**Exercise directions:** When you spot the word "crate" in a line of the data below, copy that line.

[Stored data]
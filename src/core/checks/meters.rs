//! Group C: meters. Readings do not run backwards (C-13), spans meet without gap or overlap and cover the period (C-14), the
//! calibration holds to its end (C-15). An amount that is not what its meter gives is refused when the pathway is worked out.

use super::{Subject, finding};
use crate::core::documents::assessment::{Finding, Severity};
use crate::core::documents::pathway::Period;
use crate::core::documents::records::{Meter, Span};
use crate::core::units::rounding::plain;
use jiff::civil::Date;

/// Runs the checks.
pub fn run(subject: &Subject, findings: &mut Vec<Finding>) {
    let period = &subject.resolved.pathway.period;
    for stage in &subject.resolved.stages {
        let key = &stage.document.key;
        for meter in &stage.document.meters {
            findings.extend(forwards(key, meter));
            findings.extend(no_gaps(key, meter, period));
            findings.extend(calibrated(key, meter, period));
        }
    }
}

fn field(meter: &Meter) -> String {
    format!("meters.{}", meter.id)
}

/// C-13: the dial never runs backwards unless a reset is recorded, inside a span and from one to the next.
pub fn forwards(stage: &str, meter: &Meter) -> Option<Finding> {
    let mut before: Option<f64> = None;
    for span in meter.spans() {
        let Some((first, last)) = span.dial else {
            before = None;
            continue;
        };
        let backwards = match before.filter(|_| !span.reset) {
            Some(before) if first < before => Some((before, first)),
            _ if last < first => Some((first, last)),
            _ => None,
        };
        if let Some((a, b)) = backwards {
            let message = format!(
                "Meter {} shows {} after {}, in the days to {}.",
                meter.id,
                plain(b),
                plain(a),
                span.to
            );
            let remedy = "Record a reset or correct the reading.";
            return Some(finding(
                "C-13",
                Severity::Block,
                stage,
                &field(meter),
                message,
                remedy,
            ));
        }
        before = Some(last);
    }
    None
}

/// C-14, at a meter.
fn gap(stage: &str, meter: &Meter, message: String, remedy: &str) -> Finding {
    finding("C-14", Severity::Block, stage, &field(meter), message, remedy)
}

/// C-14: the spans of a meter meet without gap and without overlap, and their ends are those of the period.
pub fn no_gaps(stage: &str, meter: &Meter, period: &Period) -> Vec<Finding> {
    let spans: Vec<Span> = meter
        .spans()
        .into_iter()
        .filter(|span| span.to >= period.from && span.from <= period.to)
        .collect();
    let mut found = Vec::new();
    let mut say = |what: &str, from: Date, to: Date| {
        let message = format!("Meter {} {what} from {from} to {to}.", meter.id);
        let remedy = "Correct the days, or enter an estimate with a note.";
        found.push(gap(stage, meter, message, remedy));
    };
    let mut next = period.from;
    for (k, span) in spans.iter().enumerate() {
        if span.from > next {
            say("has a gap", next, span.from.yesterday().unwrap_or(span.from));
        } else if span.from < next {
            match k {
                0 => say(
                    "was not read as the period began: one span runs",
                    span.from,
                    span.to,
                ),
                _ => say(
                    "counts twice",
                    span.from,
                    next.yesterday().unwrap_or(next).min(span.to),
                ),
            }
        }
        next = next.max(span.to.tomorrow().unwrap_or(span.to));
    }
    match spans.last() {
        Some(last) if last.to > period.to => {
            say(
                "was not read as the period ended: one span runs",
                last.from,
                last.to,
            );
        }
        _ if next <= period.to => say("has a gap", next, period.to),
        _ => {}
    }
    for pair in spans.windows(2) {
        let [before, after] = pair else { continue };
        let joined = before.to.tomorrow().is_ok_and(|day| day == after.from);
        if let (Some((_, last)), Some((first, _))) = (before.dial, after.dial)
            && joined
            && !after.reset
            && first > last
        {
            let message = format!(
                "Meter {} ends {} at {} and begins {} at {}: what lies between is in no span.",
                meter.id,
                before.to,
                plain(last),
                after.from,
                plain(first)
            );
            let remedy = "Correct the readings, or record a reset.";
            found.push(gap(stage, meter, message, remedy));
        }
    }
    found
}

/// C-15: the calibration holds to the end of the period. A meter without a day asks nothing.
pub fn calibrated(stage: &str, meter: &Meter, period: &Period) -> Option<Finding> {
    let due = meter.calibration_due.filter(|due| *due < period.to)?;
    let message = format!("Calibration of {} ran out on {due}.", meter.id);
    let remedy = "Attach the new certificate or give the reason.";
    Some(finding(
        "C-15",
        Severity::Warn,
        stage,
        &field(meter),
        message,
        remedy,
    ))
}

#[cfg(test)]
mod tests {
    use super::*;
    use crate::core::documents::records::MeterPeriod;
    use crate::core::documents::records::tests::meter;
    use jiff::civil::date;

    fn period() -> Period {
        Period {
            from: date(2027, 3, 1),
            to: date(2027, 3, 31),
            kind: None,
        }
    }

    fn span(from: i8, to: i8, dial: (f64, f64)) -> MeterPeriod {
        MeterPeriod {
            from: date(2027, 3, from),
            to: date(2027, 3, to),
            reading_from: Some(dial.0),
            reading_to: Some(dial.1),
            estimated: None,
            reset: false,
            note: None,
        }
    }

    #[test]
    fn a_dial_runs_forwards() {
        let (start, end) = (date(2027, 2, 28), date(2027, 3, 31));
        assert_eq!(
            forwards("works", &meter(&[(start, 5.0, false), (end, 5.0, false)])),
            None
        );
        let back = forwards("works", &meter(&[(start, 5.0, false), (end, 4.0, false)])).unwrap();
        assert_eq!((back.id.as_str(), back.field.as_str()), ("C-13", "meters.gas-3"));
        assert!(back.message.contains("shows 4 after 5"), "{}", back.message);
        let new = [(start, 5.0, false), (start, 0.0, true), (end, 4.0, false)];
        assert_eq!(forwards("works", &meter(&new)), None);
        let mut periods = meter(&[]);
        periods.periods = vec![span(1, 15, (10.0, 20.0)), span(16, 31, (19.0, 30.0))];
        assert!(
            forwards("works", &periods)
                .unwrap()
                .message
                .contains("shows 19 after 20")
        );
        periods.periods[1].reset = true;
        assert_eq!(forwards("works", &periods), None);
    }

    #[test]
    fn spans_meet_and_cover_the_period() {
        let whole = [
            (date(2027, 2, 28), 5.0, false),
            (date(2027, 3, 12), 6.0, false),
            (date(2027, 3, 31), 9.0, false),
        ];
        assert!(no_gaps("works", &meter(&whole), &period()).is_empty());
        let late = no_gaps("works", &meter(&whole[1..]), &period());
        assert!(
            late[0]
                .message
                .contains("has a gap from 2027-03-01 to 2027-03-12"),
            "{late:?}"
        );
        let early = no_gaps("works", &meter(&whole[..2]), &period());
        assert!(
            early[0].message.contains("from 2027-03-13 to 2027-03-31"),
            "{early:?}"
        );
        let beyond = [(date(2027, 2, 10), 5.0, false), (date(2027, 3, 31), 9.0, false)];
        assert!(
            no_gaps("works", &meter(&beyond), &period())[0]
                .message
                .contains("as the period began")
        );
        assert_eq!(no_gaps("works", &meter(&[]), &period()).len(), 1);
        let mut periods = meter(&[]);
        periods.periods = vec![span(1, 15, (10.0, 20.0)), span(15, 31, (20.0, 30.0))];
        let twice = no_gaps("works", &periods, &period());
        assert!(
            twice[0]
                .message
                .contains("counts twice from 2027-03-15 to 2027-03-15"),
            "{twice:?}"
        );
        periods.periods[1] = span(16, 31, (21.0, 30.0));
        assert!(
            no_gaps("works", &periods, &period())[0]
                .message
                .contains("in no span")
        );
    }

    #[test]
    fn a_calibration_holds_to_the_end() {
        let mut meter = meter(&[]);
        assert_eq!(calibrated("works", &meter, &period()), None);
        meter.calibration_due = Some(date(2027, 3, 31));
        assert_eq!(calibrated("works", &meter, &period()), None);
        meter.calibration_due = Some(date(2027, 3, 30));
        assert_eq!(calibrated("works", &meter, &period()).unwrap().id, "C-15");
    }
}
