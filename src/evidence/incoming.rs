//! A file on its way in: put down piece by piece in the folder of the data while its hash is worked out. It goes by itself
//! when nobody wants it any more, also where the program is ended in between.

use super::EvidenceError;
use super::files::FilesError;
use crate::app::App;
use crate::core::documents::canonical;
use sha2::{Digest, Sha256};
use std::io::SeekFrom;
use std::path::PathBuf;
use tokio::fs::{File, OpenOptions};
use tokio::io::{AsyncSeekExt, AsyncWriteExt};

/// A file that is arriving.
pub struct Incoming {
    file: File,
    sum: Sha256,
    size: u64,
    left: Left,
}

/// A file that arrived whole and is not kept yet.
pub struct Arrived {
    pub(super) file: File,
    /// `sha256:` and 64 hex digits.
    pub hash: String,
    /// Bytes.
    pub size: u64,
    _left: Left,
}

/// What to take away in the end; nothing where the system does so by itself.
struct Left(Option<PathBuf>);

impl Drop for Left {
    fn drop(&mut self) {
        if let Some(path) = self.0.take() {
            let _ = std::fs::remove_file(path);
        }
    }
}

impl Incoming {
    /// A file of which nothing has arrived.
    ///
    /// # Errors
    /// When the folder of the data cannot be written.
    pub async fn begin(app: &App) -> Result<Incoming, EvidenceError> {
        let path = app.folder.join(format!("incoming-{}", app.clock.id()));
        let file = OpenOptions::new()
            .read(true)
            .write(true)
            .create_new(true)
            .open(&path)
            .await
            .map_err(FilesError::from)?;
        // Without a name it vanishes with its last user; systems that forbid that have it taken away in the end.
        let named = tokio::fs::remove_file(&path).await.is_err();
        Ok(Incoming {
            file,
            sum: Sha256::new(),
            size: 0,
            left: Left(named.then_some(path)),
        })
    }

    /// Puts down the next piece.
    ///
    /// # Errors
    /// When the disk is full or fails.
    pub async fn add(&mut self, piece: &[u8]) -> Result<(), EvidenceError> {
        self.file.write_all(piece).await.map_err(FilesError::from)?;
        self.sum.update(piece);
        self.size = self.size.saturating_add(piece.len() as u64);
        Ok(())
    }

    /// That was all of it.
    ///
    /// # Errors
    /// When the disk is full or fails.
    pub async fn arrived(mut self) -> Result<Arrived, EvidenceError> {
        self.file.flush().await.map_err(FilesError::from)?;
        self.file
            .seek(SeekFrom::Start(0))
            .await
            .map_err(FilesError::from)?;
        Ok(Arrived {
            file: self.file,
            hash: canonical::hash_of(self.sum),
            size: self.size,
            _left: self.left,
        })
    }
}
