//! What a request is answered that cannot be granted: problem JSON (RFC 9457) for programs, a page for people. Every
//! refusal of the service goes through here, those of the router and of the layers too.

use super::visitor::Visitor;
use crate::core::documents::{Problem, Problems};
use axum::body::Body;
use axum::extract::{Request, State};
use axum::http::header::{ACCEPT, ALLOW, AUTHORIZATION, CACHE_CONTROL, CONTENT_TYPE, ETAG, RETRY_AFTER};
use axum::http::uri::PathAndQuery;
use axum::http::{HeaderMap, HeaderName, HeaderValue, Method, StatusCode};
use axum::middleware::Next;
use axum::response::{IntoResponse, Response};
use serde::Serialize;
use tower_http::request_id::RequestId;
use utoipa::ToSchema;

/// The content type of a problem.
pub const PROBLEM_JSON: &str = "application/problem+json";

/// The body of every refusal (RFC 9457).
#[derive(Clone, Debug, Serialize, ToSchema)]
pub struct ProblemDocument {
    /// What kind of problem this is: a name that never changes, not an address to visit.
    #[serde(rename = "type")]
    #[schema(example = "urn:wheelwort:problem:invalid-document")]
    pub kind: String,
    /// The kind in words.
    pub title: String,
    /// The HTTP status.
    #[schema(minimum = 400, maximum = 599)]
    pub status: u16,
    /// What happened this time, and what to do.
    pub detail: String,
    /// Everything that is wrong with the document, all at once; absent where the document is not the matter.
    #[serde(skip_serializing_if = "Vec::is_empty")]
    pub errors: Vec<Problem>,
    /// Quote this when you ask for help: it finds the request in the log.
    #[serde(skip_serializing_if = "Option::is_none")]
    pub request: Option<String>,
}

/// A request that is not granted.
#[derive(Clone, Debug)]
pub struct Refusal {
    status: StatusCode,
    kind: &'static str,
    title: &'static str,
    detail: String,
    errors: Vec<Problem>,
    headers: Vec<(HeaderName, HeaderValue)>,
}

**Result of this exercise:**
use crate::core::documents::assessment::{Finding, Severity};
use crate::core::documents::pathway::Period;
use crate::core::documents::records::{Meter, Span};
use crate::core::units::rounding::plain;
    use crate::core::documents::records::MeterPeriod;
    use crate::core::documents::records::tests::meter;
use crate::app::App;
use crate::core::documents::canonical;
use crate::core::documents::{Problem, Problems};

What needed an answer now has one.